The product here is 0, not 2, so that's why your calculations led you to an incorrect answer.
In general, the product of n consecutive integers is always divisible by n!, so here, the product of our 4 consecutive integers is automatically divisible by 4! = 24, and in particular is divisible by 3, so Statement 1 is sufficient. There is no reason to consider zero separately.
There are two posts above that carry an 'Expert' tag that might be misleading, so to clarify:
- one post says "zero is divisible by any integer", which is definitely true if you rephrase it to say "zero is divisible by any
positive integer", but is only true, as written, if you use a definition of divisibility that is not universally accepted: by some definitions, zero is divisible by zero, and by some definitions, zero is not divisible by zero. For GMAT purposes, it's best just to think: "you can never divide by zero, so nothing is divisible by zero", though that's not an issue you'll really ever need to worry about regardless.
- another post says "don't be surprised if this exact issue shows up... on test day." I'm not even sure what that means, but there is no reason whatsoever to be concerned about "issues" around zero in divisibility questions of this type.
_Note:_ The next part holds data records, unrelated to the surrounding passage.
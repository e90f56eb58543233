import type { ExchangePhase, ExchangePlan } from '#common/engine/link/exchange-plan.types.ts';

/** A stretch of one row of the picture; `from` and `to` as shares of the row. */
export interface Stretch {
  /** Place of the phase in the plan. */
  phase: number;
  from: number;
  to: number;
  /** Counted from 1; null for what happens once, and where attempts are too many to draw apart. */
  attempt: number | null;
  durationS: number;
}

export interface PictureRow {
  totalS: number;
  stretches: Stretch[];
  /** Where each attempt begins and ends; empty where there is one. */
  attempts: { from: number; to: number }[];
}

/** More attempts than this would be drawn as a grey wall; they are drawn as one. */
export const MOST_ATTEMPTS_DRAWN = 8;

interface Piece {
  phase: number;
  durationS: number;
  attempt: number | null;
}

/** The phases on average, one after the other. */
export function meanRow({ phases }: ExchangePlan): PictureRow {
  return laidOut(phases.flatMap(({ meanS }, phase) => (meanS > 0 ? [{ phase, durationS: meanS, attempt: null }] : [])));
}

/**
 * The phases at the worst. What happens in one stretch is drawn once; what is interrupted comes in each attempt, and its
 * time is shared out evenly between them.
 */
export function worstRow(plan: ExchangePlan): PictureRow {
  const { worstAttempts } = plan;
  const happening = phasesAtWorst(plan);
  const isRepeated = ({ worstS, longestS }: ExchangePhase): boolean => longestS < worstS;
  const repeated = happening.filter(({ phase }) => isRepeated(phase));
  const attempts = worstAttempts > MOST_ATTEMPTS_DRAWN || repeated.length === 0 ? 1 : worstAttempts;
  const first = happening.findIndex(({ phase }) => isRepeated(phase));
  const pieces: Piece[] = [];
  const once = (items: typeof happening): void =>
    items.forEach(({ phase, index }) => pieces.push({ phase: index, durationS: phase.worstS, attempt: null }));
  if (attempts === 1) once(happening);
  else {
    once(happening.slice(0, first));
    for (let attempt = 1; attempt <= attempts; attempt += 1) {
      for (const { phase, index } of repeated)
        pieces.push({ phase: index, durationS: phase.worstS / attempts, attempt });
    }
    once(happening.slice(first).filter(({ phase }) => !isRepeated(phase)));
  }
  return laidOut(pieces);
}

interface Placed {
  phase: ExchangePhase;
  index: number;
}

/** At most so many phases are taken to be missing from the longest exchange. */
const MOST_MISSING = 3;

/**
 * The phases of which the longest exchange consists. Some exclude each other: the longest exchange waits for an acknowledgement
 * that does not come. They are those whose longest times together make the longest duration; where none do, all phases.
 */
function phasesAtWorst({ phases, worstS }: ExchangePlan): Placed[] {
  const all = phases.flatMap((phase, index) => (phase.worstS > 0 ? [{ phase, index }] : []));
  for (let missing = 0; missing <= MOST_MISSING; missing += 1) {
    const found = without(all, missing).find((kept) => Math.abs(sumOf(kept) - worstS) <= 1e-9 + 1e-9 * worstS);
    if (found) return found;
  }
  return all;
}

const sumOf = (placed: readonly Placed[]): number => placed.reduce((sum, { phase }) => sum + phase.worstS, 0);

/** Every list that leaves out so many of the items. */
function without<T>(items: readonly T[], missing: number): T[][] {
  if (missing === 0) return [[...items]];
  return items.flatMap((_, at) =>
    without(items.slice(at + 1), missing - 1).map((kept) => [...items.slice(0, at), ...kept]),
  );
}

/** Whether the phases' longest times add up to more than the longest exchange, since some exclude each other. */
export function hasAlternatives({ phases, worstS }: ExchangePlan): boolean {
  return phases.reduce((sum, phase) => sum + phase.worstS, 0) > worstS + 1e-9;
}

/** Whether the row of the worst is the longest exchange, and not each phase at its longest. */
export function isOneExchange(row: PictureRow, { worstS }: ExchangePlan): boolean {
  return Math.abs(row.totalS - worstS) <= 1e-8 + 1e-8 * worstS;
}

function laidOut(pieces: readonly Piece[]): PictureRow {
  const totalS = pieces.reduce((sum, { durationS }) => sum + durationS, 0);
  let at = 0;
  const stretches = pieces.map(({ phase, durationS, attempt }) => {
    const from = at / totalS;
    at += durationS;
    return { phase, attempt, durationS, from, to: at / totalS };
  });
  const numbers = [...new Set(stretches.flatMap(({ attempt }) => attempt ?? []))];
  const attempts = numbers.map((number) => {
    const own = stretches.filter(({ attempt }) => attempt === number);
    return { from: own[0]?.from ?? 0, to: own.at(-1)?.to ?? 0 };
  });
  return { totalS, stretches, attempts: attempts.length > 1 ? attempts : [] };
}

/** Round times for the ruler, about five of them; shares of the row. */
export function rulerTicks(totalS: number): { timeS: number; at: number }[] {
  if (!(totalS > 0)) return [];
  const rough = totalS / 5;
  const power = 10 ** Math.floor(Math.log10(rough));
  const stepS = ([1, 2, 5, 10].find((factor) => factor * power >= rough) ?? 10) * power;
  const count = Math.floor(totalS / stepS + 1e-9);
  return Array.from({ length: count + 1 }, (_, i) => ({ timeS: i * stepS, at: (i * stepS) / totalS }));
}

export interface Leader {
  stretch: Stretch;
  /** Where its label stands, as a share of the row; near its middle, but never on another label. */
  label: number;
}

/** Labels for the stretches of the first attempt, kept apart by a least distance. */
export function leaders({ stretches }: PictureRow, apart = 0.045): Leader[] {
  const shown = stretches.filter(({ attempt }) => attempt === null || attempt === 1);
  let last = -Infinity;
  const placed = shown.map((stretch) => {
    last = Math.max((stretch.from + stretch.to) / 2, last + apart, apart / 2);
    return { stretch, label: last };
  });
  let next = 1 + apart / 2;
  for (const leader of placed.toReversed()) {
    leader.label = Math.min(leader.label, next - apart);
    next = leader.label;
  }
  return placed;
}
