import { phyPresets } from '#common/engine/link/phy.table.ts';
import type { CustomPhy, LinkSettings, PhyId } from '#common/engine/scenario/scenario.types.ts';
import { formatQuantity } from '#common/units/format-quantity.ts';
import { BIT_RATE, countOf, OCTETS } from '#frontend/features/scenario-editor/model/figure-options.ts';
import type { FieldDescriptor } from './field-descriptor.ts';

const MODULATIONS: Record<PhyId, string> = {
  'oqpsk-2450': '2450 MHz O-QPSK',
  'msk-2450': '2450 MHz MSK',
  'oqpsk-915': '915 MHz O-QPSK',
  'oqpsk-868': '868 MHz O-QPSK',
  'bpsk-868': '868 MHz BPSK',
  'bpsk-915': '915 MHz BPSK',
  'sun-fsk-50': 'SUN FSK',
  'sun-fsk-100': 'SUN FSK',
  'sun-fsk-150': 'SUN FSK',
  'sun-fsk-200': 'SUN FSK',
};

type PhyOfLink = NonNullable<LinkSettings['phy']>;

/** A PHY in words: "2450 MHz O-QPSK, 250 kbit/s". */
export function phyWords(phy: PhyOfLink): string {
  if (typeof phy === 'object') return `own PHY, ${formatQuantity(phy.bitRateBps, 'bit-rate')}`;
  const preset = phyPresets[phy];
  return `${MODULATIONS[phy]}, ${formatQuantity(preset.bitRateBps, 'bit-rate')}`;
}

export type PhyChoice = PhyId | 'custom' | '';

/** The presets in the order of the table, and a PHY of one's own. */
export const PHY_CHOICES: readonly { value: PhyChoice; label: string }[] = [
  ...Object.values(phyPresets).flatMap(({ id }) => (id === 'custom' ? [] : [{ value: id, label: phyWords(id) }])),
  { value: 'custom', label: 'a PHY of your own' },
];

export const phyChoiceOf = (phy: LinkSettings['phy']): PhyChoice =>
  phy === undefined ? '' : typeof phy === 'object' ? 'custom' : phy;

/** What a choice stores; a PHY of one's own begins with the figures of the one before it. */
export function phyOfChoice(choice: PhyChoice, before: LinkSettings['phy']): LinkSettings['phy'] {
  if (choice === '') return undefined;
  if (choice !== 'custom') return choice;
  if (typeof before === 'object') return before;
  const { bitRateBps, bitsPerSymbol, shrOctets, phrOctets, maxPsduOctets } = phyPresets[before ?? 'oqpsk-2450'];
  const own: CustomPhy = { bitRateBps, bitsPerSymbol, shrOctets: shrOctets ?? 5, phrOctets: phrOctets ?? 1 };
  return maxPsduOctets === null ? own : { ...own, maxPsduOctets };
}

/** The figures of a PHY of one's own. */
export const CUSTOM_PHY_FIELDS: readonly FieldDescriptor[] = [
  { type: 'figure', key: 'phy.bitRateBps', label: 'Bit rate', options: BIT_RATE },
  { type: 'figure', key: 'phy.bitsPerSymbol', label: 'Bits a symbol', options: countOf(1, 16) },
  { type: 'figure', key: 'phy.shrOctets', label: 'Synchronisation header (SHR)', options: OCTETS },
  { type: 'figure', key: 'phy.phrOctets', label: 'PHY header (PHR)', options: OCTETS },
  {
    type: 'figure',
    key: 'phy.maxPsduOctets',
    label: 'Longest PSDU',
    hint: 'empty: no limit',
    options: OCTETS,
    isOptional: true,
  },
];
For one thing, zero follows all of the divisibility rules followed by any other positive numbers - for example, the product of n consecutive integers is always divisible by n!, whether zero is allowed to be among those integers or not. Or as another example, "multiples of 7 are 7 apart" is still true when you include zero among your multiples of seven. So you're generally just wasting time if you consider zero as a separate case in questions like this. But there's another reason you should be especially surprised if this "exact issue shows up on test day": almost all GMAT divisibility questions are restricted to positive integers only. It's normally not even permitted for any of your numbers to be zero.
While there are many unrealistic prep company questions that test certain exceptions about zero, it is almost impossible to find any official questions that do. Prep materials that encourage test takers to spend time separating out zero as a special case in questions like the one in this thread are just using up a test taker's time during a test, time that could be spent more profitably on a different question.